On August 26, 2025, Clifford was released by the Packers as part of final roster cuts.

===Cincinnati Bengals===
On September 16, 2025, Clifford was signed to the Cincinnati Bengals' practice squad as a result of an injury to Bengals starting quarterback Joe Burrow. On October 31, Clifford was signed from the practice squad to the active roster as a result of an injury suffered by Joe Flacco. He was waived on November 24, and re-signed to the practice squad.
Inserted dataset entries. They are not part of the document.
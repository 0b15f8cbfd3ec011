/** The columns that every table of counts shares. */
import type { Row } from "../fill-measure.ts";
import type { Tracks } from "../survey-result.ts";

export class Counts {
  usable = 0;
  flagged = 0;
  bad = 0;
  zero = 0;

  add(other: Counts): void {
    this.usable += other.usable;
    this.flagged += other.flagged;
    this.bad += other.bad;
    this.zero += other.zero;
  }

  /** Add a product of a track cell. */
  addProduct(tracks: Tracks, i: number): void {
    this.usable += tracks.usable[i]!;
    this.flagged += tracks.flagged[i]!;
    this.bad += tracks.bad[i]!;
    this.zero += tracks.zero[i]!;
  }

  get samples(): number {
    return this.usable + this.flagged + this.bad + this.zero;
  }

  /** NaN where there is nothing but absent products. */
  get flaggedFraction(): number {
    return this.flagged / (this.samples - this.zero);
  }

  get row(): Row {
    const { samples, usable, flagged, bad, zero } = this;
    return {
      samples,
      usable,
      flagged,
      bad,
      zero,
      flagged_fraction: this.flaggedFraction,
      bad_fraction: bad / samples,
      zero_fraction: zero / samples,
    };
  }
}

/** Counts of what each track cell belongs to: an antenna, a field, a scan ... */
export function countCells(
  tracks: Tracks,
  products: number,
  groups: number,
  groupsOf: (cell: number) => readonly number[],
): Counts[] {
  const counts = Array.from({ length: groups }, () => new Counts());
  for (let cell = 0; cell < tracks.cells; cell++) {
    for (const group of groupsOf(cell)) {
      const count = counts[group];
      if (count === undefined) continue;
      for (let k = 0; k < products; k++) count.addProduct(tracks, cell * products + k);
    }
  }
  return counts;
}
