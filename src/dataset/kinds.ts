/** What a file is, told by what is in it and not by its name. */
import { stat } from "node:fs/promises";
import { openFits } from "./fits/hdus.ts";
import { openSource } from "./fits/source.ts";
import { type FitsVisibilities, visibilitiesIn } from "./open-fits.ts";

export type FileKind = FitsVisibilities | "columnar";

const HEAD_BYTES = 64 * 1024;

/**
 * The first bytes of a file, unpacked where it is gzipped.
 *
 * @throws InputError when it is missing, empty or unreadable
 */
export async function headOf(path: string): Promise<Uint8Array> {
  const source = await openSource(path);
  const cursor = await source.cursor();
  try {
    const head = new Uint8Array(HEAD_BYTES);
    return head.subarray(0, await cursor.read(head, 0));
  } finally {
    await cursor.close();
  }
}

export function isFits(head: Uint8Array): boolean {
  return startsWith(head, "SIMPLE  =");
}

/** Tables that say what they are in their first bytes. */
export function isBinaryTable(head: Uint8Array): boolean {
  return startsWith(head, "PAR1") || startsWith(head, "ARROW1");
}

function startsWith(head: Uint8Array, text: string): boolean {
  return head.length >= text.length && Buffer.from(head.subarray(0, text.length)).toString("latin1") === text;
}

/**
 * The kind of a file that was found by searching; null for what holds no visibilities.
 *
 * @param isTable asked where the file is not FITS
 * @throws InputError when it is a damaged FITS file
 */
export async function kindOfFile(
  path: string,
  isTable: (head: Uint8Array, path: string) => boolean,
): Promise<FileKind | null> {
  const { size } = await stat(path);
  if (size === 0) return null;
  const head = await headOf(path);
  if (isFits(head)) return visibilitiesIn(await openFits(await openSource(path)));
  return isTable(head, path) ? "columnar" : null;
}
Clifford signed a reserve/future contract with Cincinnati on January 5, 2026. On August 30, 2026, Clifford was waived by the Bengals as part of final roster cuts and re-signed to the practice squad the next day.

==NFL career statistics==
===Regular season===

Year: Team; Games; Passing; Rushing; Sacks; Fumbles
GP: GS; Record; Cmp; Att; Pct; Yds; Y/A; Lng; TD; Int; Rtg; Att; Yds; Avg; Lng; TD; Sck; SckY; Fum; Lost
2023: GB; 2; 0; —; 1; 1; 100.0; 37; 37.0; 37; 0; 0; 118.7; 3; −2; −0.7; 0; 0; 0; 0; 1; 0
2024: GB; 0; 0; —; DNP
2025: CIN; 0; 0; —
Career: 2; 0; —; 1; 1; 100.0; 37; 37.0; 37; 0; 0; 118.7; 3; −2; −0.7; 0; 0; 0; 0; 1; 0

===Postseason===

Year: Team; Games; Passing; Rushing; Sacks; Fumbles
GP: GS; Record; Cmp; Att; Pct; Yds; Y/A; Lng; TD; Int; Rtg; Att; Yds; Avg; Lng; TD; Sck; SckY; Fum; Lost
2023: GB; 1; 0; —; 0; 0; 0; 0; —; 0; 0; 0; 0.0; 0; 0; —; 0; 0; 0; 0; 0; 0
2024: GB; 0; 0; —; DNP
Career: 0; 0; —; 0; 0; 0.0; 0; —; 0; 0; 0; 0.0; 0; 0; —; 0; 0; 0; 0; 0; 0

==Business ventures==
In 2022, Sean and Liam Clifford founded the student-athlete NIL agency, Limitless NIL. Limitless athletes have signed deals accumulating over $250,000 with over 50 companies. Limitless NIL was sold to TEAM Group Holdings inc. in 2023.